• WHAT THE EXERCISE ASKS: Each entry must appear in the answer exactly as written.

• Entries taken from a collection:
_ _ _ _ _ _ _

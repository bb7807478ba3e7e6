import { test } from 'vitest';
import { checkRule } from '../testing/check-rule';
import { noSpinUp } from './no-spin-up';

// Spin-up 4 s to 24 000 rev/min, so 3 s to 18 000.
const waitsNot = { machine: { spindle: { waits: false } } };
const START = 'G21 G90 G17 G54\nT1 M6\nG43 H1\nG0 X50 Y50 Z5';

test('notes a cut before the speed is reached, once a program', () => {
  // 5 mm at 600 mm/min from a stand: 0.5 s, and 0.00625 s more for half of the ramp (v/2a at 800 mm/s²).
  checkRule(
    noSpinUp,
    waitsNot,
    `
${START}
S18000 M3
G4 P2.2
G1 Z-5 F600
   ^^^ no-spin-up (note, unattended hold): The tip meets the stock 2.7 s after the spindle was set to 18000 rev/min in line 5; it needs 3 s.
G0 Z5
S24000
G1 Z-5
M30
`,
  );
});

test('counts only the difference at a change of speed', () => {
  const program = (dwell: number) => `
${START}
S18000 M3
G4 P3
G1 Z-5 F600
G1 X60
S21000
G4 P${dwell}
G1 X80
M30
`;
  checkRule(noSpinUp, waitsNot, program(0.5));
  checkRule(
    noSpinUp,
    waitsNot,
    program(0.4).replace('G1 X80', 'G1 X80\n   ^^^ no-spin-up (note, unattended hold)'),
  );
});

test('counts the way to the stock', () => {
  checkRule(
    noSpinUp,
    waitsNot,
    `
G21 G90 G17 G54
T1 M6
S18000 M3
G43 H1
G0 X1100 Y550
G0 Z5
G1 Z-5 F600
M30
`,
  );
});

test('starts afresh after a change that stopped the spindle', () => {
  checkRule(
    noSpinUp,
    waitsNot,
    `
${START}
S18000 M3
G4 P3
G1 Z-5 F600
G0 Z5
T2 M6
S18000 M3
G43 H2
G0 Z5
G1 Z-5
   ^^^ no-spin-up (note, unattended hold)
M30
`,
  );
});

test('allows everything where the spindle holds the program until it is at speed', () => {
  checkRule(noSpinUp, {}, `\n${START}\nS18000 M3\nG1 Z-5 F600\nM30\n`);
});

_ _ _ _ _ _ _

• PROBLEM SOLUTION:
repository bb7807478ba3e7e6
import { test } from 'vitest';
import { checkRule } from '../testing/check-rule';
import { noSpinUp } from './no-spin-up';

// Spin-up 4 s to 24 000 rev/min, so 3 s to 18 000.
const waitsNot = { machine: { spindle: { waits: false } } };
const START = 'G21 G90 G17 G54\nT1 M6\nG43 H1\nG0 X50 Y50 Z5';

test('notes a cut before the speed is reached, once a program', () => {
  // 5 mm at 600 mm/min from a stand: 0.5 s, and 0.00625 s more for half of the ramp (v/2a at 800 mm/s²).
  checkRule(
    noSpinUp,
    waitsNot,
    `
${START}
S18000 M3
G4 P2.2
G1 Z-5 F600
   ^^^ no-spin-up (note, unattended hold): The tip meets the stock 2.7 s after the spindle was set to 18000 rev/min in line 5; it needs 3 s.
G0 Z5
S24000
G1 Z-5
M30
`,
  );
});

test('counts only the difference at a change of speed', () => {
  const program = (dwell: number) => `
${START}
S18000 M3
G4 P3
G1 Z-5 F600
G1 X60
S21000
G4 P${dwell}
G1 X80
M30
`;
  checkRule(noSpinUp, waitsNot, program(0.5));
  checkRule(
    noSpinUp,
    waitsNot,
    program(0.4).replace('G1 X80', 'G1 X80\n   ^^^ no-spin-up (note, unattended hold)'),
  );
});

test('counts the way to the stock', () => {
  checkRule(
    noSpinUp,
    waitsNot,
    `
G21 G90 G17 G54
T1 M6
S18000 M3
G43 H1
G0 X1100 Y550
G0 Z5
G1 Z-5 F600
M30
`,
  );
});

test('starts afresh after a change that stopped the spindle', () => {
  checkRule(
    noSpinUp,
    waitsNot,
    `
${START}
S18000 M3
G4 P3
G1 Z-5 F600
G0 Z5
T2 M6
S18000 M3
G43 H2
G0 Z5
G1 Z-5
   ^^^ no-spin-up (note, unattended hold)
M30
`,
  );
});

test('allows everything where the spindle holds the program until it is at speed', () => {
  checkRule(noSpinUp, {}, `\n${START}\nS18000 M3\nG1 Z-5 F600\nM30\n`);
});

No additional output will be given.